**Data for processing**.
--
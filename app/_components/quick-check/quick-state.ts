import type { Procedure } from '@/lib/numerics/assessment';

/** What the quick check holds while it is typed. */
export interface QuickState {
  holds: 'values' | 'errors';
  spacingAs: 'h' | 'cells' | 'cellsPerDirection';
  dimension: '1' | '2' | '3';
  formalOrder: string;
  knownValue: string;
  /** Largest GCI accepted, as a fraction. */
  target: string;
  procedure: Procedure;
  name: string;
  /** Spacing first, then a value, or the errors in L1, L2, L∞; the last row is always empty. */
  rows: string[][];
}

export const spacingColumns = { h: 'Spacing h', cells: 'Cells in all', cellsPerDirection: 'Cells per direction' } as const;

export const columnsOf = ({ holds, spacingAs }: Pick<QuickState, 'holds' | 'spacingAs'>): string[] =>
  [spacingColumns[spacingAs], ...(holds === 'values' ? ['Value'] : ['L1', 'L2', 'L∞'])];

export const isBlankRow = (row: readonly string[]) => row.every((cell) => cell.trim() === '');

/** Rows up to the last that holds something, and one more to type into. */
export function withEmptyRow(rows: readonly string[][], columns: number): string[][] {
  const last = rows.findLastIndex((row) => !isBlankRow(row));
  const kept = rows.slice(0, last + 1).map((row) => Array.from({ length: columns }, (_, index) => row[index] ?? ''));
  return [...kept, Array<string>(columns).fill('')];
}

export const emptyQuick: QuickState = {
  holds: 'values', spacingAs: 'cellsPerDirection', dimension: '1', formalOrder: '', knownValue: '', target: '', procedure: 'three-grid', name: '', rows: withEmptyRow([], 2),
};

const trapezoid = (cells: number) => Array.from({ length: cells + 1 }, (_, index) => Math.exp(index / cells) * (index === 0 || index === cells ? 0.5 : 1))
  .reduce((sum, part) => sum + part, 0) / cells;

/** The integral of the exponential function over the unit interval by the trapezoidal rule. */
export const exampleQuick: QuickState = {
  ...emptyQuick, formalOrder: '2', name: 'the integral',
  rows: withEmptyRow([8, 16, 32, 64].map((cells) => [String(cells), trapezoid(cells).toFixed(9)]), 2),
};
--
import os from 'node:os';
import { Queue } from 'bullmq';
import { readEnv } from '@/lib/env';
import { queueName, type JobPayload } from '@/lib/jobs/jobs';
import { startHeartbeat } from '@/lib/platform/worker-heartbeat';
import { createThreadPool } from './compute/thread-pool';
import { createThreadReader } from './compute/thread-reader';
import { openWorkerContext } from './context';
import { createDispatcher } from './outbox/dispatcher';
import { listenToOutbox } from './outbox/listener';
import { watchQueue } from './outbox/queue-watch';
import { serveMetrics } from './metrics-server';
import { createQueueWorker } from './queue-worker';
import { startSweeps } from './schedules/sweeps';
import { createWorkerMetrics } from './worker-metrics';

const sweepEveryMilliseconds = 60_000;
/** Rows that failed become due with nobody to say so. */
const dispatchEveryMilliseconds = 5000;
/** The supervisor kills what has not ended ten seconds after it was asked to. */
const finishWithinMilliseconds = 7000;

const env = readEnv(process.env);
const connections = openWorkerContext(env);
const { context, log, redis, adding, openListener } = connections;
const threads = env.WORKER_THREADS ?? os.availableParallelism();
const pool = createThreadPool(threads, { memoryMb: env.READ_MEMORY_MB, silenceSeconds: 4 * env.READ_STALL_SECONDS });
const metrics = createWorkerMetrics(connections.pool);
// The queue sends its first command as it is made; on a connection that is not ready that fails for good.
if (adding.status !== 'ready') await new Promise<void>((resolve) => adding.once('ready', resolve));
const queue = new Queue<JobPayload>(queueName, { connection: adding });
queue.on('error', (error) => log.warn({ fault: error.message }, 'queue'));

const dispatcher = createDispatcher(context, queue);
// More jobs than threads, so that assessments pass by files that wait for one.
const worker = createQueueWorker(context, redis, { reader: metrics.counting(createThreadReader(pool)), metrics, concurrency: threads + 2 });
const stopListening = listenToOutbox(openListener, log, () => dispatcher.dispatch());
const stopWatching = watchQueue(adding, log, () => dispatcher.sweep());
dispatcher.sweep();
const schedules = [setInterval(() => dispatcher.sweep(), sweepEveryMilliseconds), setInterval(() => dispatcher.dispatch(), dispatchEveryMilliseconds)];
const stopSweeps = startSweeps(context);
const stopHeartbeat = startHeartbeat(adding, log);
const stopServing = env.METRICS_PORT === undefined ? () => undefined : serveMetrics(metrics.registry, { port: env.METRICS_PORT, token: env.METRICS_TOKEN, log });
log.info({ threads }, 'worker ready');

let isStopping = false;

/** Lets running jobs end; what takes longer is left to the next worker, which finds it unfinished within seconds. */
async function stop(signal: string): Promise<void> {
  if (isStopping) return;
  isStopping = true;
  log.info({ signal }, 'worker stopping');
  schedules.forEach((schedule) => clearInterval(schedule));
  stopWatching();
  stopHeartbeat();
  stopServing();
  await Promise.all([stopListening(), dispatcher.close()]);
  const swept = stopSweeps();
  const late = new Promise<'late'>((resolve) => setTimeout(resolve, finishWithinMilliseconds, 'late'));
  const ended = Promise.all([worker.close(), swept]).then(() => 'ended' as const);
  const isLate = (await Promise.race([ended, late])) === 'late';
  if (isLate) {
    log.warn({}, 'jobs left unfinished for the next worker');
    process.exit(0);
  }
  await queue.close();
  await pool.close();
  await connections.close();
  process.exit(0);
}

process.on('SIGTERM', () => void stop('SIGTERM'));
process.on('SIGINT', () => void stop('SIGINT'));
--
**Exercise brief**. Please copy, exactly and with nothing else, the lines above beginning at the line that has "formalOrder: string;" and ending with the line that has "const kept = rows.slice(0, last".

**Result**.
  formalOrder: string;
  knownValue: string;
  /** Largest GCI accepted, as a fraction. */
  target: string;
  procedure: Procedure;
  name: string;
  /** Spacing first, then a value, or the errors in L1, L2, L∞; the last row is always empty. */
  rows: string[][];
}

export const spacingColumns = { h: 'Spacing h', cells: 'Cells in all', cellsPerDirection: 'Cells per direction' } as const;

export const columnsOf = ({ holds, spacingAs }: Pick<QuickState, 'holds' | 'spacingAs'>): string[] =>
  [spacingColumns[spacingAs], ...(holds === 'values' ? ['Value'] : ['L1', 'L2', 'L∞'])];

export const isBlankRow = (row: readonly string[]) => row.every((cell) => cell.trim() === '');

/** Rows up to the last that holds something, and one more to type into. */
export function withEmptyRow(rows: readonly string[][], columns: number): string[][] {
  const last = rows.findLastIndex((row) => !isBlankRow(row));
  const kept = rows.slice(0, last + 1).map((row) => Array.from({ length: columns }, (_, index) => row[index] ?? ''));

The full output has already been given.